* [Problem]: Search the records for lines with the word "template" and copy each match.

[Start of section]

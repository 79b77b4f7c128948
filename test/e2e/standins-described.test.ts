// The stand-ins' checker against GitHub's published REST description (@octokit/openapi): it must
// refuse what GitHub does not document (so a passing test means something), and the branch
// store's real request sequence must fit it end to end.
import { describe, expect, it } from 'vitest';
import { branchStore, infoOf, runOf } from '../history/branch-helpers.js';
import { githubApiCheck } from './standins/openapi.js';
import { startGitDataStandin, takeGitViolations } from './standins/git-data.js';

const at = (path: string) => new URL(`http://127.0.0.1${path}`);

describe("GitHub's REST description as the stand-ins' contract", () => {
  const api = githubApiCheck();

  it('knows the calls the action makes, with their parameters', () => {
    const labels = api.request('GET', at('/repos/acme/router/issues/7/labels?per_page=100&page=1'), undefined);
    expect(labels.operation?.template).toBe('/repos/{owner}/{repo}/issues/{issue_number}/labels');
    expect(labels.problems).toEqual([]);
    const list = api.request('GET', at('/repos/acme/router/actions/artifacts?name=h&per_page=100&page=1'), undefined);
    expect(list.problems).toEqual([]);
    const ref = api.request('PATCH', at('/repos/acme/router/git/refs/heads/bellgate-data'), {
      sha: 'a'.repeat(40),
      force: false,
    });
    expect(ref.operation?.template).toBe('/repos/{owner}/{repo}/git/refs/{ref}');
    expect(ref.problems).toEqual([]);
  });

  it('refuses an undocumented path, query parameter, parameter type and body', () => {
    expect(api.request('GET', at('/repos/acme/router/bellgate/labels'), undefined).problems[0]).toMatch(
      /is not an operation of GitHub's REST description/,
    );
    expect(api.request('GET', at('/repos/acme/router/issues/7/labels?label=x'), undefined).problems).toEqual([
      'GET /repos/{owner}/{repo}/issues/{issue_number}/labels: query parameter label is not documented',
    ]);
    expect(api.request('GET', at('/repos/acme/router/issues/seven/labels'), undefined).problems[0]).toMatch(
      /path parameter issue_number must be integer/,
    );
    expect(api.request('POST', at('/repos/acme/router/git/blobs'), { content: 12 }).problems[0]).toMatch(
      /body\/content must be string/,
    );
  });

  it('refuses an answer that lacks what the documented schema requires', () => {
    const { operation } = api.request('GET', at('/repos/acme/router/issues/7/labels'), undefined);
    expect(api.response(operation!, 200, [{ name: 'bellgate:accept' }]).join('\n')).toMatch(
      /must have required property 'node_id'/,
    );
    expect(api.response(operation!, 418, {})).toEqual([
      'GET /repos/{owner}/{repo}/issues/{issue_number}/labels answered 418, which the description does not document',
    ]);
  });

  it("the branch store's requests and the Git Data stand-in's answers fit the description", async () => {
    const git = await startGitDataStandin();
    try {
      for (let i = 0; i < 3; i++) {
        const store = branchStore(git.url, 'bench/described');
        await store.update({ kind: 'record', info: infoOf(`${i}-1`, i), run: runOf(50 + i), keep: 100 });
      }
      expect(git.state.calls.length).toBeGreaterThan(10);
      expect(takeGitViolations(git.state)).toEqual([]);
    } finally {
      await git.close();
    }
  }, 60_000);
});
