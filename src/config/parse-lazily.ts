import { checkedConfigTree, configBody, configFromTree, needsGlobLibrary } from './config-text.js';
import { defaultConfig } from './defaults.js';
import { exactNameCompiler } from './name-matchers.js';
import { readPlainYaml } from './plain-yaml.js';
import type { Config } from './types.js';

/**
 * parseConfig (load.ts), loading libraries only when the config needs them: the YAML library
 * (~170 KB, 10-25 ms to load and warm) only when the text is not plain (readPlainYaml declines:
 * lists, quotes, ...), the glob library (picomatch, ~60 KB) only when a rule or group has a glob
 * that is more than a plain name. Same Config, same InputError for every input.
 * @throws InputError as parseConfig.
 * @example (await parseConfigLazily('keep: 900\n', 'bellgate.yml')).keep // 900
 */
export async function parseConfigLazily(text: string, source: string): Promise<Config> {
  const body = configBody(text);
  const plain = readPlainYaml(body);
  const read =
    plain !== undefined ? { tree: plain, problems: [] } : (await import('./yaml-tree.js')).readYamlTree(body);
  const tree = checkedConfigTree(read, source);
  if (tree === undefined) return { ...defaultConfig(), source };
  const globs = needsGlobLibrary(tree.value)
    ? (await import('./glob-matcher.js')).picomatchCompiler
    : exactNameCompiler;
  return configFromTree(tree, source, globs);
}
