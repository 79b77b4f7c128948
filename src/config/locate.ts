import { stat } from 'node:fs/promises';
import { resolve } from 'node:path';
import { defaultConfig } from './defaults.js';
import type { Config } from './types.js';

/** Where a config is looked for when none is named, relative to the working folder. */
export const DEFAULT_CONFIG_PATHS: string[] = ['.github/bellgate.yml', '.github/bellgate.yaml'];

/**
 * Whether any of the paths might hold a config: true unless every one is plainly absent (ENOENT,
 * ENOTDIR), so a folder or an unreadable file still reaches readConfigFile and its clear refusal.
 */
export async function anyConfigPresent(cwd: string, paths: readonly string[] = DEFAULT_CONFIG_PATHS): Promise<boolean> {
  for (const p of paths) {
    try {
      await stat(resolve(cwd, p));
      return true;
    } catch (error) {
      const code = (error as NodeJS.ErrnoException).code;
      if (code !== 'ENOENT' && code !== 'ENOTDIR') return true;
    }
  }
  return false;
}

/**
 * The config for a run: a named file must exist (unless `required` is false); without a name,
 * `.github/bellgate.yml` (or `.yaml`) is read when present, else the defaults are used. The reader
 * (the YAML library, ~290 KB, and the generated schema validator) is imported only when there is
 * a file to read, picomatch only when its rules hold real globs; this module itself loads none.
 * @throws InputError for a missing named file or an invalid config (with file:line:col).
 * @example await loadConfigLazily(undefined, '/repo') // the defaults in a folder without a config file
 */
export async function loadConfigLazily(
  path: string | undefined,
  cwd: string,
  required = path !== undefined,
): Promise<Config> {
  if (path === undefined && !(await anyConfigPresent(cwd))) return defaultConfig();
  const { readConfigFile } = await import('./read.js');
  return readConfigFile(path, { cwd, required });
}
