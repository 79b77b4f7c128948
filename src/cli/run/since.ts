import { settingsFor } from '../../config/rules.js';
import { InputError } from '../../errors/input-error.js';
import { referenceFromText } from '../../gate/since/reference.js';
import { reviewSince } from '../../gate/since/review-since.js';
import type { SinceReport } from '../../gate/since/since-report.js';
import type { History } from '../../history/history.js';
import { renderSinceJson } from '../../report/since-json.js';
import { renderSinceMarkdown } from '../../report/since-markdown.js';
import { renderSinceText } from '../../report/since-text.js';
import type { CommandContext } from '../context.js';
import { loadConfig } from '../../config/load.js';
import type { ReportFormat } from '../options.js';
import { historyStore } from '../open-history.js';

export interface SinceCliOptions {
  history: string;
  config?: string;
  series: string;
  format: ReportFormat;
  at?: string;
  all?: boolean;
}

/**
 * Reads the history and reviews it since `ref` (with `at`, the reference commit's time): the
 * review that `bellgate since` prints and `bellgate report --since` draws, with the history it read.
 * @throws InputError for a REF the history cannot resolve, an empty history or a bad config; StoreError for an unreadable history.
 */
export async function reviewSinceRef(
  ctx: CommandContext,
  ref: string,
  options: { history: string; series: string; config?: string; at?: string },
): Promise<{ report: SinceReport; history: History }> {
  const config = await loadConfig(options.config, ctx.io.cwd);
  const history = await historyStore(ctx, options.history, options.series).read();
  if (history.runs.length === 0) {
    throw new InputError('the history has no runs to review', {
      where: options.history,
      fix: 'point --history at a history that bellgate record or the action has written',
    });
  }
  const reference = referenceFromText(ref, history.runs);
  if (options.at !== undefined) reference.time = options.at;
  return { report: reviewSince(history, reference, { worse: (name) => settingsFor(config, name).worse }), history };
}

/**
 * The work of `bellgate since REF`: resolves REF in the
 * history, reviews every metric and prints the review in the chosen format.
 * @throws InputError for a REF the history cannot resolve or a bad config; StoreError for an unreadable history.
 * @example await runSince(ctx, 'v2.3.0-sha', { history: 'h.json', series: 'default', format: 'text' })
 */
export async function runSince(ctx: CommandContext, ref: string, options: SinceCliOptions): Promise<void> {
  const { report } = await reviewSinceRef(ctx, ref, options);
  const text =
    options.format === 'json'
      ? renderSinceJson(report)
      : options.format === 'markdown'
        ? renderSinceMarkdown(report)
        : renderSinceText(report, { all: options.all === true });
  ctx.io.stdout(text);
}
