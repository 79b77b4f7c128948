import type { CST, LineCounter } from 'yaml';
import type { ConfigProblem } from './problems.js';

/** Largest config text accepted (characters); a real config is a few kilobytes. */
export const MAX_CONFIG_CHARS = 1024 * 1024;
/** Deepest nesting of collections; a config needs five levels, so 32 leaves room without risk. */
export const MAX_CONFIG_DEPTH = 32;
/** Longest single scalar (characters); globs and names are short. */
export const MAX_SCALAR_CHARS = 16 * 1024;
/** Most alias uses (`*name`) in one file; the guard against "billion laughs" expansion. */
export const MAX_ALIAS_COUNT = 100;
/** Most values after aliases are expanded. */
export const MAX_CONFIG_VALUES = 10_000;

/**
 * Checks the raw token tree before anything recursive runs over it: nesting depth and scalar
 * length. Walks with an explicit stack, so a 10,000-deep `[[[[...` cannot overflow the call stack.
 * Returns the first problem found, or undefined.
 * @example checkTokenLimits(tokens, counter) // undefined for an ordinary config
 */
export function checkTokenLimits(tokens: readonly CST.Token[], counter: LineCounter): ConfigProblem | undefined {
  const stack: Array<[CST.Token, number]> = tokens.map((t) => [t, 0]);
  while (stack.length > 0) {
    const [token, depth] = stack.pop()!;
    const at = counter.linePos(token.offset);
    switch (token.type) {
      case 'document':
        if (token.value) stack.push([token.value, depth]);
        break;
      case 'block-map':
      case 'block-seq':
      case 'flow-collection': {
        if (depth + 1 > MAX_CONFIG_DEPTH) {
          return {
            ...at,
            message: `nesting is deeper than ${MAX_CONFIG_DEPTH} levels`,
            fix: 'a Bellgate config needs only a few levels (section, list, rule, globs); flatten the document',
          };
        }
        for (const item of token.items) {
          if ('key' in item && item.key) stack.push([item.key, depth + 1]);
          if (item.value) stack.push([item.value, depth + 1]);
        }
        break;
      }
      case 'scalar':
      case 'single-quoted-scalar':
      case 'double-quoted-scalar':
      case 'block-scalar':
        if (token.source.length > MAX_SCALAR_CHARS) {
          return {
            ...at,
            message: `a value of ${token.source.length} characters is longer than the limit of ${MAX_SCALAR_CHARS}`,
            fix: 'globs, names and numbers are short; remove the oversized value',
          };
        }
        break;
      default:
        break;
    }
  }
  return undefined;
}
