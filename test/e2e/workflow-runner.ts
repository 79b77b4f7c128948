/**
 * Runs an example workflow file the way GitHub Actions would, as far as the examples use it: the
 * `on:` filters (event, branches, tags, pull_request types), the job and step `if:` conditions, a
 * `strategy.matrix`, `${{ }}` expressions in `with:`, `run:` and `concurrency`, and each job's
 * `permissions`, which the token the job gets is limited to (the REST stand-in refuses what they
 * do not grant). The checkout and setup steps are stood in (the sample project is already in the
 * workspace; `npm ci` has nothing to install); every other `run:` runs in bash, and
 * `uses: OWNER/bellgate@v1` runs the action bundle with the step's inputs.
 * Expressions: contexts github, inputs (workflow_dispatch), matrix, steps, env; literals; ==, !=, &&, ||, !, parentheses;
 * always(), success(), failure(), contains(), startsWith() (GitHub docs, "Expressions").
 */
import { spawn } from 'node:child_process';
import { readFileSync } from 'node:fs';
import { parse } from 'yaml';
import { runStep, type StepResult } from './action-runner.js';

type Json = Record<string, unknown>;

export interface WorkflowEvent {
  name: string;
  payload: Json;
  /** GITHUB_REF of the run, e.g. refs/heads/main or refs/pull/2/merge. */
  ref: string;
}

export interface JobRun {
  job: string;
  matrix: Json;
  /** Undefined when the job's `if:` skipped it. */
  steps?: { name: string; code: number; result?: StepResult; output?: string }[];
  permissions: Record<string, string>;
  concurrency?: string;
}

export interface RunnerSetup {
  workspace: string;
  env: Record<string, string>;
  /** The token the job gets for these permissions (the REST stand-in enforces them). */
  tokenFor(permissions: Record<string, string>): string;
  runId: number;
}

/** Whether the workflow's `on:` starts a run for this event. */
export function triggers(workflow: Json, event: WorkflowEvent): boolean {
  const on = workflow.on as unknown;
  const spec: Json =
    typeof on === 'string'
      ? { [on]: null }
      : Array.isArray(on)
        ? Object.fromEntries(on.map((e: string) => [e, null]))
        : ((on as Json) ?? {});
  if (!(event.name in spec)) return false;
  const filter = (spec[event.name] ?? {}) as Json;
  if (event.name === 'pull_request') {
    const types = (filter.types as string[] | undefined) ?? ['opened', 'synchronize', 'reopened'];
    if (!types.includes(String(event.payload.action))) return false;
  }
  if (event.name === 'push' && (Array.isArray(filter.branches) || Array.isArray(filter.tags))) {
    // GitHub docs, "Using filters": with only `tags`, branch pushes do not start the run, and the other way round.
    const tag = event.ref.startsWith('refs/tags/');
    const patterns = (tag ? filter.tags : filter.branches) as string[] | undefined;
    const name = event.ref.replace(/^refs\/(heads|tags)\//, '');
    if (!patterns?.some((p) => globMatch(p, name))) return false;
  }
  return true;
}

/** A ref filter pattern: `*` any characters but `/`, `**` any characters (GitHub's filter pattern cheat sheet). */
function globMatch(pattern: string, name: string): boolean {
  const source = pattern
    .split('**')
    .map((part) =>
      part
        .split('*')
        .map((t) => t.replace(/[.+?^${}()|[\]\\]/g, '\\$&'))
        .join('[^/]*'),
    )
    .join('.*');
  return new RegExp(`^${source}$`).test(name);
}

export function readWorkflow(path: string): Json {
  return parse(readFileSync(path, 'utf8')) as Json;
}

/** Runs every job of the workflow for the event; the jobs run one after another. */
export async function runWorkflow(workflow: Json, event: WorkflowEvent, setup: RunnerSetup): Promise<JobRun[]> {
  const out: JobRun[] = [];
  for (const [job, raw] of Object.entries(workflow.jobs as Json)) {
    const spec = raw as Json;
    const matrices = expandMatrix(((spec.strategy as Json | undefined)?.matrix as Json | undefined) ?? {});
    for (const matrix of matrices) out.push(await runJob(workflow, job, spec, matrix, event, setup));
  }
  return out;
}

function expandMatrix(matrix: Json): Json[] {
  let legs: Json[] = [{}];
  for (const [key, values] of Object.entries(matrix)) {
    if (!Array.isArray(values)) continue;
    legs = legs.flatMap((leg) => values.map((v: unknown) => ({ ...leg, [key]: v })));
  }
  return legs;
}

async function runJob(
  workflow: Json,
  job: string,
  spec: Json,
  matrix: Json,
  event: WorkflowEvent,
  setup: RunnerSetup,
): Promise<JobRun> {
  const permissions = (spec.permissions ?? workflow.permissions ?? {}) as Record<string, string>;
  const token = setup.tokenFor(permissions);
  const github = {
    event_name: event.name,
    event: event.payload,
    ref: event.ref,
    token,
    workflow: String(workflow.name ?? 'workflow'),
    job,
  };
  const steps: Json = {};
  let failed = false;
  const inputs = dispatchInputs(workflow, event);
  const context = (): Json => ({
    github,
    inputs,
    matrix,
    steps,
    env: setup.env,
    job: { status: failed ? 'failure' : 'success' },
  });
  const concurrencySpec = spec.concurrency as Json | string | undefined;
  const concurrency =
    concurrencySpec === undefined
      ? undefined
      : interpolate(typeof concurrencySpec === 'string' ? concurrencySpec : String(concurrencySpec.group), context());
  const run: JobRun = { job, matrix, permissions, ...(concurrency === undefined ? {} : { concurrency }) };
  if (spec.if !== undefined && !truthy(evaluate(condition(spec.if), context(), failed))) return run;
  run.steps = [];
  for (const [i, raw] of (spec.steps as Json[]).entries()) {
    const step = raw as Json;
    const wanted = step.if === undefined ? !failed : truthy(evaluate(condition(step.if), context(), failed));
    if (!wanted) continue;
    const uses = typeof step.uses === 'string' ? step.uses : undefined;
    if (uses?.startsWith('actions/checkout@') || uses?.startsWith('actions/setup-node@')) {
      run.steps.push({ name: uses, code: 0 });
      continue;
    }
    if (uses?.startsWith('OWNER/bellgate@')) {
      const inputs: Record<string, string> = { token };
      for (const [k, v] of Object.entries((step.with as Json | undefined) ?? {}))
        inputs[k] = interpolate(String(v), context());
      const result = await runStep({
        dir: setup.workspace,
        tag: `${setup.runId}-${job}-${Object.values(matrix).join('-')}-${i}`,
        event: event.payload,
        inputs,
        env: {
          ...setup.env,
          GITHUB_EVENT_NAME: event.name,
          GITHUB_REF: event.ref,
          GITHUB_RUN_ID: String(setup.runId),
          GITHUB_RUN_ATTEMPT: '1',
          GITHUB_WORKFLOW: github.workflow,
          GITHUB_JOB: job,
        },
      });
      if (step.id !== undefined)
        steps[String(step.id)] = {
          outputs: Object.fromEntries(result.outputs),
          outcome: result.code === 0 ? 'success' : 'failure',
        };
      run.steps.push({ name: uses, code: result.code, result });
      if (result.code !== 0) failed = true;
      continue;
    }
    if (uses !== undefined) throw new Error(`the workflow runner does not know the action ${uses}`);
    const script = interpolate(String(step.run), context());
    // `npm ci` installs nothing in the sample project: stood in, like checkout and setup.
    const command = script.replace(/^npm ci( && )?/, '');
    if (command.trim() === '') {
      run.steps.push({ name: script, code: 0 });
      continue;
    }
    const { code, output } = await bash(command, setup.workspace, { ...setup.env, GITHUB_RUN_ID: String(setup.runId) });
    run.steps.push({ name: script, code, output });
    if (code !== 0) failed = true;
  }
  return run;
}

/**
 * The `inputs` context of a workflow_dispatch run: each declared input's default, overridden by
 * the inputs the run was started with (the payload's `inputs`). Empty for other events.
 */
function dispatchInputs(workflow: Json, event: WorkflowEvent): Json {
  if (event.name !== 'workflow_dispatch') return {};
  const on = workflow.on as Json | undefined;
  const declared = ((on?.workflow_dispatch as Json | null | undefined)?.inputs ?? {}) as Record<string, Json>;
  const out: Json = {};
  for (const [name, spec] of Object.entries(declared)) out[name] = spec.default ?? '';
  return { ...out, ...((event.payload.inputs as Json | null | undefined) ?? {}) };
}

function bash(script: string, cwd: string, env: Record<string, string>): Promise<{ code: number; output: string }> {
  return new Promise((resolve) => {
    const child = spawn('bash', ['-e', '-c', script], {
      cwd,
      env: { PATH: process.env.PATH ?? '', HOME: process.env.HOME ?? cwd, ...env },
      stdio: ['ignore', 'pipe', 'pipe'],
    });
    let output = '';
    child.stdout.on('data', (d: Buffer) => (output += d.toString()));
    child.stderr.on('data', (d: Buffer) => (output += d.toString()));
    child.on('close', (code) => resolve({ code: code ?? -1, output }));
  });
}

/** A job or step `if:` may be written with or without `${{ }}`. */
function condition(raw: unknown): string {
  const text = String(raw).trim();
  const m = /^\$\{\{([\s\S]*)\}\}$/.exec(text);
  return m ? (m[1] ?? '') : text;
}

/** `${{ expr }}` inside text, each replaced by its value as text. */
export function interpolate(text: string, context: Json): string {
  return text.replace(/\$\{\{([\s\S]*?)\}\}/g, (_m, expr: string) => {
    const v = evaluate(expr, context, false);
    return v === null || v === undefined ? '' : String(v);
  });
}

function truthy(v: unknown): boolean {
  return !(v === false || v === 0 || v === '' || v === null || v === undefined);
}

type Token = { kind: 'op' | 'str' | 'num' | 'id'; text: string };

function tokenize(expr: string): Token[] {
  const tokens: Token[] = [];
  const re = /\s*(?:(==|!=|&&|\|\||[!().,[\]])|'((?:[^']|'')*)'|(-?\d+(?:\.\d+)?)|([A-Za-z_][\w-]*))/y;
  let at = 0;
  while (at < expr.length) {
    if (/^\s*$/.test(expr.slice(at))) break;
    re.lastIndex = at;
    const m = re.exec(expr);
    if (!m) throw new Error(`cannot read the expression ${JSON.stringify(expr)} at ${at}`);
    at = re.lastIndex;
    if (m[1] !== undefined) tokens.push({ kind: 'op', text: m[1] });
    else if (m[2] !== undefined) tokens.push({ kind: 'str', text: m[2].replace(/''/g, "'") });
    else if (m[3] !== undefined) tokens.push({ kind: 'num', text: m[3] });
    else tokens.push({ kind: 'id', text: m[4] ?? '' });
  }
  return tokens;
}

/** Evaluates one expression (GitHub's loose equality: strings compare case-insensitively). */
export function evaluate(expr: string, context: Json, failed: boolean): unknown {
  const tokens = tokenize(expr);
  let i = 0;
  const peek = () => tokens[i];
  const take = (text?: string): Token => {
    const t = tokens[i++];
    if (t === undefined || (text !== undefined && t.text !== text))
      throw new Error(`expected ${text ?? 'more'} in ${JSON.stringify(expr)}`);
    return t;
  };
  const equal = (a: unknown, b: unknown) =>
    typeof a === 'string' && typeof b === 'string' ? a.toLowerCase() === b.toLowerCase() : a === b;
  const or = (): unknown => {
    let v = and();
    while (peek()?.text === '||') {
      take();
      const r = and();
      v = truthy(v) ? v : r;
    }
    return v;
  };
  const and = (): unknown => {
    let v = comparison();
    while (peek()?.text === '&&') {
      take();
      const r = comparison();
      v = truthy(v) ? r : v;
    }
    return v;
  };
  const comparison = (): unknown => {
    const left = unary();
    const op = peek()?.text;
    if (op === '==' || op === '!=') {
      take();
      const right = unary();
      return op === '==' ? equal(left, right) : !equal(left, right);
    }
    return left;
  };
  const unary = (): unknown => {
    if (peek()?.text === '!') {
      take();
      return !truthy(unary());
    }
    return primary();
  };
  const primary = (): unknown => {
    const t = take();
    if (t.kind === 'op' && t.text === '(') {
      const v = or();
      take(')');
      return v;
    }
    if (t.kind === 'str') return t.text;
    if (t.kind === 'num') return Number(t.text);
    if (t.kind === 'id') {
      if (t.text === 'true') return true;
      if (t.text === 'false') return false;
      if (t.text === 'null') return null;
      if (peek()?.text === '(') {
        take('(');
        const args: unknown[] = [];
        while (peek()?.text !== ')') {
          args.push(or());
          if (peek()?.text === ',') take(',');
        }
        take(')');
        return call(t.text, args, failed);
      }
      let v: unknown = context[t.text];
      while (peek()?.text === '.') {
        take('.');
        const key = take().text;
        v = v !== null && typeof v === 'object' ? (v as Json)[key] : undefined;
      }
      return v;
    }
    throw new Error(`unexpected ${t.text} in ${JSON.stringify(expr)}`);
  };
  const value = or();
  if (i !== tokens.length) throw new Error(`unread text in ${JSON.stringify(expr)}`);
  return value;
}

function call(name: string, args: unknown[], failed: boolean): unknown {
  if (name === 'always') return true;
  if (name === 'success') return !failed;
  if (name === 'failure') return failed;
  if (name === 'contains')
    return String(args[0] ?? '')
      .toLowerCase()
      .includes(String(args[1] ?? '').toLowerCase());
  if (name === 'startsWith')
    return String(args[0] ?? '')
      .toLowerCase()
      .startsWith(String(args[1] ?? '').toLowerCase());
  throw new Error(`the workflow runner does not know the function ${name}()`);
}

[End of section]

* [Solved problem]:
    expect(labels.operation?.template).toBe('/repos/{owner}/{repo}/issues/{issue_number}/labels');
    expect(ref.operation?.template).toBe('/repos/{owner}/{repo}/git/refs/{ref}');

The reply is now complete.